▸ **ABOUT THIS EXERCISE**
Only an exact copy of the entries will serve as the answer.
--- MATERIAL FOR THIS EXERCISE Enclosed Below ---
// Map files of the bearings, fixes and search areas through GDAL/OGR (stage "export"):
// GeoJSON (RFC 7946) through the GeoJSON driver, KML 2.2 (OGC 07-147r2) through the LIBKML
// driver, GeoPackage (OGC 12-128r18) through GPKG, and GPX 1.1 waypoints through GPX.
//
// The content is built once as a list of MapFeature values (geometry in lon/lat, WGS 84,
// already cut at the antimeridian by shapes.cpp; attributes; KML name, description and
// style) and then written by each driver. Files appear atomically (detail/gdal_output.hpp):
// the driver writes into GDAL's in-memory file system (so that every I/O error is ours to
// see: the GeoJSON driver does not report failed writes), the bytes go to a temporary name in
// the target's directory, are flushed to disk, and the temporary is renamed over the target.
// Fields, styles and their meaning: docs/outputs.md.
#include "lobfix/export.hpp"
#include "lobfix/time.hpp"

#include <cpl_conv.h>
#include <cpl_error.h>
#include <ogr_featurestyle.h>
#include <ogr_geometry.h>
#include <ogr_spatialref.h>
#include <ogrsf_frmts.h>

#include <algorithm>
#include <cctype>
#include <cmath>
#include <cstdarg>
#include <cstddef>
#include <cstdio>
#include <cstring>
#include <filesystem>
#include <functional>
#include <map>
#include <memory>
#include <mutex>
#include <set>
#include <string>
#include <tuple>
#include <utility>
#include <variant>
#include <vector>

#include "detail/export_geometry.hpp"
#include "detail/gdal_output.hpp"
#include "lobfix/error.hpp"
#include "lobfix/geodesy.hpp"
#include "lobfix/segments.hpp"
#include "lobfix/shapes.hpp"

namespace lobfix {

namespace {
--- End of Enclosed MATERIAL FOR THIS EXERCISE ---
▸ **WRITTEN ANSWER**
// Map files of the bearings, fixes and search areas through GDAL/OGR (stage "export"):
// GeoJSON (RFC 7946) through the GeoJSON driver, KML 2.2 (OGC 07-147r2) through the LIBKML
// driver, GeoPackage (OGC 12-128r18) through GPKG, and GPX 1.1 waypoints through GPX.
//
// The content is built once as a list of MapFeature values (geometry in lon/lat, WGS 84,
// already cut at the antimeridian by shapes.cpp; attributes; KML name, description and
// style) and then written by each driver. Files appear atomically (detail/gdal_output.hpp):
// the driver writes into GDAL's in-memory file system (so that every I/O error is ours to
// see: the GeoJSON driver does not report failed writes), the bytes go to a temporary name in
// the target's directory, are flushed to disk, and the temporary is renamed over the target.
// Fields, styles and their meaning: docs/outputs.md.
#include "lobfix/export.hpp"
#include "lobfix/time.hpp"

#include <cpl_conv.h>
#include <cpl_error.h>
#include <ogr_featurestyle.h>
#include <ogr_geometry.h>
#include <ogr_spatialref.h>
#include <ogrsf_frmts.h>

#include <algorithm>
#include <cctype>
#include <cmath>
#include <cstdarg>
#include <cstddef>
#include <cstdio>
#include <cstring>
#include <filesystem>
#include <functional>
#include <map>
#include <memory>
#include <mutex>
#include <set>
#include <string>
#include <tuple>
#include <utility>
#include <variant>
#include <vector>

#include "detail/export_geometry.hpp"
#include "detail/gdal_output.hpp"
#include "lobfix/error.hpp"
#include "lobfix/geodesy.hpp"
#include "lobfix/segments.hpp"
#include "lobfix/shapes.hpp"

namespace lobfix {

namespace {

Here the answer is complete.